А то сделается Ему от этого что-нибудь, Предвечному твоему…
усмехнулся про себя Волкодав. Если он что-нибудь понимал, Ученик Близнецов
усердно трудился над своим голосом, стараясь упражнениями развить его, сделать
ярким и зычным. Вот только до Хономера, способного возвысить свою речь над
гомоном десятков людей, ему было ещё далеко. Пальцы Шамаргана прошлись по
струнам, и оказалось, что все пять были его верными союзницами. Арфа отозвалась
мощным рокочущим гулом, который похоронил крик жреца, как морская волна –
шипящую головешку.
Изнутри корчмы начали выглядывать люди.
Не изменяется алмаз,
Хоть свет, хоть тьма его окутай…
Вот так и жреческий экстаз
Не достигает Абсолюта.
Он – сам в себе. Он полн собой.
И наше напряженье духа
Не возмутит Его покой:
Коль Совершенен – Небо глухо…
Жрецы, оглядываясь на старшего, полезли из-за стола. Однако
Шамарган явил похвальную способность учиться на прежних ошибках. Сегодня он не
надеялся на пособника и загодя предусмотрел пути бегства. Поди выберись из-за
длинного стола. А с пенька – вскочил да был таков. Можно даже чуть задержаться,
чтобы допеть хулительные стихи. Кажется, Шамарган серьёзно боялся здесь одного
Волкодава. Но венн не двигался с места. Стоял себе и стоял на ступеньках,
наблюдая за происходившим.
Наконец лицедей счёл, что довольно уже раздразнил
красно-зелёных. Плох тот, кто, взявшись ворошить гнездо земляных ос, упустит
мгновение, отмеренное для бегства. Шамарган – и куда только подевалась недавняя
хромота? – стрелой кинулся через двор, продолжая на ходу теребить струны.
Ему едино – зло, добро…
И, что б ни пело нам священство, —
Своей лишь занято игрой,
Плывёт сквозь время Совершенство.
Хоть вечный век Ему молись,
Ни с чем останешься в итоге…
И поневоле брезжит мысль:
«А для чего такие Боги?»
Старший жрец бежал заметно проворней других, и, что гораздо
важней прыти, в каждом его движении чувствовалась непреклонная решимость
схватить беглеца. Волкодав нимало не удивился бы, скажи ему кто, что в до
прихода в Дом Близнецов этот малый был воином. Наёмничал скорее всего…

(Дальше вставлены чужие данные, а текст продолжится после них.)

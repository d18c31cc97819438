package report

import (
	"io"
	"math"
	"strings"

	"slowpoint/rules"
)

// WriteSizesPDF writes searches as a document: the answer of each, what must be read with it, and how the room of each limit goes with the value.
func WriteSizesPDF(w io.Writer, h *Head, list []*Sizing) (err error) {
	defer caught(&err)
	d := newDoc(h, say("sizes title"))
	d.title, d.note = say("sizes title"), say("footer not measured")
	d.page()
	d.heading(say("sizes title"), 0, 20)
	d.text(strings.Join(CautionText()[:2], " "))
	d.pairs([][2]string{{say("key file"), h.Plan}, {say("key digest"), h.SHA256}, {say("key version"), h.Version}, {say("key date"), h.day()}}, 45)
	for _, s := range list {
		d.sizing(s)
	}
	d.heading(say("standing title"), 1, 30)
	for _, s := range CautionText() {
		d.item("•", s, body)
	}
	return d.finish(w)
}

// sizing is one search.
func (d *doc) sizing(s *Sizing) {
	h := d.head
	d.heading(say("sizes one", s.Product, s.What), 0, 100)
	d.para(capital(s.headline()), style{size: body, bold: true, after: 1})
	for _, t := range s.sentences(h) {
		d.item("•", t, body)
	}
	if f := s.chart(h); f != nil {
		d.need(84)
		f.draw(d.canvas(d.left, d.y, frameWide, 80))
		d.y += 82
		d.text(say("sizes chart", s.What))
	}
	var rows [][]string
	for _, p := range s.Curve {
		name, room := "", p.room(h)
		if f := p.decides(); f != nil {
			name = f.Limit.Name
		}
		if p.Refused != "" {
			room = p.Refused
		}
		rows = append(rows, []string{p.Words, p.verdict(), name, room})
	}
	d.table([]col{{title: s.What, wide: 34, bold: true}, {title: say("col verdict"), wide: 28}, {title: say("col deciding"), wide: 60}, {title: say("col margin"), wide: frameWide - 122}}, rows, small)
}

// chart draws the room of each must limit over the values, in the limit's own temperature; nil where there is nothing to draw.
func (s *Sizing) chart(h *Head) *chart {
	if len(s.Curve) < 2 {
		return nil
	}
	const most = 6 // lines that can be told apart
	var lines []line
	for _, l := range s.limits() {
		ln := line{name: l.Limit}
		for _, p := range s.Curve {
			ln.x = append(ln.x, p.Value)
			y := math.NaN()
			for i := range p.Findings {
				f := &p.Findings[i]
				if f.Level == "must" && f.Limit.Name == l.Limit && f.Verdict != rules.NotApplicable && p.Refused == "" && finite(f.MarginK) && lackingOnly(f, f.MarginK) != nil {
					y = *f.MarginK * h.perK()
				}
			}
			ln.y = append(ln.y, y)
		}
		if len(lines) < most {
			lines = append(lines, ln)
		}
	}
	lo, hi := 0.0, 0.0
	some := false
	for _, l := range lines {
		for _, v := range l.y {
			if !math.IsNaN(v) {
				lo, hi, some = min(lo, v), max(hi, v), true
			}
		}
	}
	if !some {
		return nil
	}
	x0, x1 := s.Curve[0].Value, s.Curve[len(s.Curve)-1].Value
	f := &chart{xName: say("axis value", s.What, s.Unit), yName: say("axis room", h.degree()), x0: x0, x1: x1, size: small, ends: 120, lines: lines}
	f.y0, f.y1 = lo-0.06*(hi-lo)-0.5, hi+0.08*(hi-lo)+0.5
	f.yTicks = ticksTo(f.y0, f.y1, []float64{0.5, 1, 2, 5, 10, 20, 25, 50, 100}, 8)
	f.xTicks = marks(ticksTo(x0, x1, []float64{0.5, 1, 2, 5, 10, 20, 25, 50, 100, 200, 500}, 9))
	f.levels = []level{{words: []string{"0 " + h.degree(), say("sizes limit")}, y: 0, from: x0, to: x1}}
	if a := s.Answer; a != nil && len(s.Fixed) == 0 {
		if p := a.decides(); p != nil && finite(p.MarginK) && lackingOnly(p, p.MarginK) != nil {
			f.spots = []spot{{words: a.Words, x: a.Value, y: *p.MarginK * h.perK()}}
		}
	}
	return f
}
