// addFace adds to modes what stands at the nodes of a face, which it overwrites.
func (m *modesMarch) addFace(a, side int, at, out []float64) {
	p, q := (a+1)%3, (a+2)%3 // the axes of the face, in their order
	if p > q {
		p, q = q, p
	}
	np, nq := m.axes[p].n, m.axes[q].n
	if np*nq > 1 {
		x, y := m.x[:len(at)], m.y[:len(at)]
		along(at, x, m.to[p], 1, np, nq)
		at = x
		if nq > 1 {
			along(x, y, m.to[q], np, nq, 1)
			at = y
		}
	}
	n := m.axes[a].n
	node := 0
	if side == 1 {
		node = n - 1
	}
	to := m.to[a]
	switch a {
	case 0:
		for i := 0; i < n; i++ {
			add(out[i*len(at):(i+1)*len(at)], to[i*n+node], at)
		}
	case 1:
		for g := 0; g < np; g++ {
			for i := 0; i < n; i++ {
				add(out[(g*n+i)*nq:(g*n+i+1)*nq], to[i*n+node], at[g*nq:(g+1)*nq])
			}
		}
	default:
		col := m.x[len(m.x)-n:]
		for i := range col {
			col[i] = to[i*n+node]
		}
		for g, x := range at {
			add(out[g*n:(g+1)*n], x, col)
		}
	}
}

func (m *modesMarch) begin(tau float64) {
	m.left(m.c, m.nodal, m.n0, tau)
	m.lastS = 0
	m.standing(m.nodal)
}

// standing keeps what stands at the faces now, where a medium changes.
func (m *modesMarch) standing(nodal []float64) {
	if !m.changes {
		return
	}
	m.face, m.faceWas = m.faceWas, m.face
	for a := range m.spots {
		for side, spots := range m.spots[a] {
			at := m.face[a][side][:0]
			for _, i := range spots {
				at = append(at, nodal[i])
			}
			m.face[a][side] = at
		}
	}
}

// turn takes over a corner of a course: what was left over before it becomes what it would have been had the line after the corner begun
// there already, so that the next step can look ahead and does not begin anew. Only what stands at the faces counts. Its bend it finds in its
// middle. Where the line may not be followed so far, the next step is a first one.
func (m *modesMarch) turn(tau float64) {
	if m.lastS == 0 {
		return
	}
	for a, ax := range m.axes {
		for side, s := range m.skins[a] {
			if s == nil || s.insulated || len(s.course.y) < 2 {
				continue
			}
			c, turns, ok := s.cornerAt(tau, tau-m.lastS)
			if !ok {
				m.lastS = 0
				return
			}
			if !turns {
				continue
			}
			per := ax.face[side] / m.rhoC
			at := m.f[:len(m.spots[a][side])]
			if s.held {
				by := per * m.films[a][side] * (m.law.heat(c.straight.mediumC) - m.law.heat(c.was.mediumC)) / m.rhoC
				for k := range at {
					at[k] = by
				}
			} else {
				for k, v := range m.faceWas[a][side] {
					at[k] = per * c.change(s, m.law.temperature(v*m.rhoC))
				}
			}
			m.addFace(a, side, at, m.before)
			m.turned = true
		}
	}
}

Последние несколько десятилетий в храмах Близнецов весьма жаловали опытных
воителей. Как будто на эту веру ещё продолжались гонения или сами божественные
Братья нуждались в оружии смертных!.. Волкодав знал, что спрашивать об этом
Учеников и тем более спорить с ними было бесполезно. Зря ли утверждала
аррантская мудрость, что переспорить жреца не удалось ещё никому.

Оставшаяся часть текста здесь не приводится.